Capital One on optimization and tracking cloud costs

Ed Peters, Vice President, Distinguished Engineer at Capital One, leads an ongoing transformation to create a bank that can use data and insight to disrupt the industry. Capital One has been an AWS customer since 2016.

Capital One has adopted AWS and has a focus on optimizing the infrastructure for costs. "We have a robust FinOps practice," said Peters. "We take the billing data and marry it up with the telemetry tracking and resource tagging information."

Peters said Capital One has saved millions of dollars with optimization. He said:

"We tag everything in our AWS cloud, down to billing units, individual teams, applications. I have a dashboard I can have access to that. I can tell you the monthly spend on any given application. We can drive very, very useful insight into the usage of the cloud, and we can focus our optimization on where it needs to be."

The company is also using Graviton to save money.

Going forward, Capital One is focused on generative AI workloads and building out an infrastructure that can be optimized and automated. Peters said Capital One is in a working group with AMD and Nvidia to optimize GPU workloads.

"We will continue to push forward in generative AI and its application in financial services," said Peters.

Capital One is also focused on transferring more of its operations including financial ledgers and business operations to the cloud.

Sprinklr on benchmarking GPU costs, smaller models

Sprinklr's Jamal Mazhar, Vice President of Engineering at Splinklr, said the company invested in AI early and has been focused on scaling its data ingestion and processing in a cost efficient way.

"We have thousands of servers and petabytes of data," he said.

As a result, Mazhar said Sprinkr has been focused on experimenting with instances that have a good cost ratio for compute and storage.
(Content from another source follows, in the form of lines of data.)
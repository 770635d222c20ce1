/**
 * API Standard 1104, Welding of Pipelines and Related Facilities, 21st edition (2013).
 * Clause numbers of the 20th/21st editions; the values were the same from the 19th to the 22nd
 * as far as the sources show. The wall thickness is that of the thinner pipe.
 */
import type { CriteriaSet, Limit } from '../types';

const perWps = (what: string): Limit => ({
	rule: { type: 'range', min: { open: what }, max: { open: what } },
	clause: '5.4 (procedure specification, joint design)',
	confidence: 'mem',
	note: 'Joint design is an item of the qualified procedure; the clause number is from memory.'
});

export const api1104: CriteriaSet = {
	id: 'api-1104',
	name: 'API 1104 pipeline girth welds',
	standard: 'API Std 1104',
	edition: '21st edition (2013)',
	version: 1,
	scope: 'Visual acceptance and fit-up of pipeline girth and fillet welds.',
	limits: {
		'rootOpening.range': perWps('Root opening as the qualified procedure specifies.'),
		'bevelAngle.range': perWps('Bevel angle as the qualified procedure specifies.'),
		'rootFace.range': perWps('Root face as the qualified procedure specifies.'),
		'misalignment.max': {
			rule: { type: 'max', max: { in: 1 / 8, mm: 3 }, beyond: 'judge' },
			clause: '7.2',
			confidence: '1',
			note: 'Equal nominal walls: the offset should not exceed 1/8 in (3 mm); more is permitted when it comes from pipe-end tolerances and is spread evenly round the circumference, so the inspector judges.'
		},
		crack: {
			rule: { type: 'absent' },
			clause: '9.3 (cracks)',
			confidence: 'mem',
			note: 'From memory: a crack of any size or location is a defect, except shallow crater or star cracks up to 5/32 in (4 mm) long.'
		},
		fusion: {
			rule: { type: 'absent', beyond: 'judge' },
			clause: '9.3 (incomplete fusion)',
			confidence: 'mem',
			note: 'From memory: incomplete fusion is limited by length (about 1 in (25 mm) in any 12 in (300 mm)), so the inspector judges.'
		},
		overlap: {
			rule: { type: 'absent', beyond: 'judge' },
			clause: '9.7',
			confidence: 'mem',
			note: 'No overlap row that we know of (from memory); for the inspector.'
		},
		crater: {
			rule: { type: 'absent', beyond: 'judge' },
			clause: '7.8.2',
			confidence: 'mem',
			note: 'From memory: an unfilled crater leaves the crown below the pipe surface; for the inspector.'
		},
		'undercut.depth': {
			rule: {
				type: 'banded',
				max: {
					lesserOf: [
						{ in: 1 / 64, mm: 0.4 },
						{ of: 'thickness', times: 0.06 }
					]
				},
				band: {
					upTo: {
						lesserOf: [
							{ in: 1 / 32, mm: 0.8 },
							{ of: 'thickness', times: 0.125 }
						]
					},
					length: {
						max: {
							lesserOf: [
								{ in: 2, mm: 50 },
								{ of: 'weldLength', times: 1 / 6 }
							]
						}
					}
				}
			},
			clause: '9.7 (undercut, visual or mechanical measurement)',
			confidence: '1',
			note: 'Over 1/32 in (0.8 mm) or 12.5 % of the wall, whichever is smaller, is a defect; over 1/64 in (0.4 mm) or 6 % up to that, at most 2 in (50 mm) in any continuous 12 in (300 mm) or 1/6 of the weld length, whichever is smaller. Ceiling and band from one source each; the 6 % is from memory.'
		},
		'porosity.max': {
			rule: {
				type: 'max',
				max: {
					lesserOf: [
						{ in: 1 / 8, mm: 3 },
						{ of: 'thickness', times: 0.25 }
					]
				},
				beyond: 'judge'
			},
			clause: '9.3.9.2',
			confidence: 'mem',
			note: 'From memory: an individual pore over 1/8 in (3 mm) or 25 % of the thinner wall, whichever is smaller, is a defect. Within that even the sum passes; above it the pores are for the inspector to size and count.'
		},
		'reinforcement.max': {
			rule: { type: 'max', max: { in: 1 / 16, mm: 1.6 }, beyond: 'judge' },
			clause: '7.8.2',
			confidence: '1',
			note: 'The cap should not stand more than 1/16 in (1.6 mm) above the parent metal: a "should", so the inspector judges beyond it (company specs often allow 0.100–0.125 in).'
		},
		'concavity.max': {
			rule: { type: 'max', max: 0 },
			clause: '7.8.2',
			confidence: '1',
			note: 'The crown shall not be below the outside surface of the pipe.'
		}
	}
};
Mazhar said his company has optimized on Graviton and scaling its Elastic Search workloads.

Mazhar said he has also been focused on smaller large language models and cutting GPU overhead. He said:

"A lot of times people use GPUs for AI workloads. But what we found out is that several of our inference models, which are very small in size, there's an overhead of using GPUs. For a smaller models, you can do quite well with compute intensive instances."

Mazhar said Sprinkr has been benchmarking AI workloads for its inference models and AI workloads. He added that the company has seen a 20% to 30% cost reduction. He said:

"When you try use a more expensive chip, you feel like you're going to get better performance. Just benchmarking the workload makes you realize that the GPU is not necessarily overkill. You're not using it properly."

Goldman Sachs: Modernizing mainframes

Victor Balta, Managing Director at Goldman Sachs, said the investment firm was focused on moving its mainframe software, which was licensed from FIS decades ago and heavily customized. FIS has said it won't support mainframes, which supports Goldman Sachs InvestOne platform.

InvestOne is Goldman Sachs investment book of record and sits in Goldman Sachs Asset Management, which oversees $2 trillion in assets. The mainframe architecture was running more than $6 million a year ago support and had limited scaling ability and integration.

Balta said Goldman Sachs created an emulator that would allow its COBOL-based system to run on AWS. Goldman Sachs also decoupled components such as data streaming, real-time integrations and batch processing to reduce costs.

"Currently we have a team of more than 20 global engineers supporting the platform," said Balta. "It's very expensive to run on mainframe with the complexity and integration. You don't have the same number of APIs or data connects to integrate with the mainframe. We're very limited on what we do. And sourcing high skilled COBOL engineers with that financial background is difficult."

Simply put, Goldman Sachs had 30 years of custom COBOL code. Rewriting it wasn't a possibility in a quick time frame so it decided to lift and shift with an emulator and go from there.

Going forward, Goldman Sachs Technology Fellow Yitz Loriner said the company will begin to reinvent its system so it can scale and create a new software development lifecycle.

"The emulator is just the first step because we wanted to reduce the blast radius of changing the infrastructure without changing the existing interface," said Balta. "It's a pragmatic approach."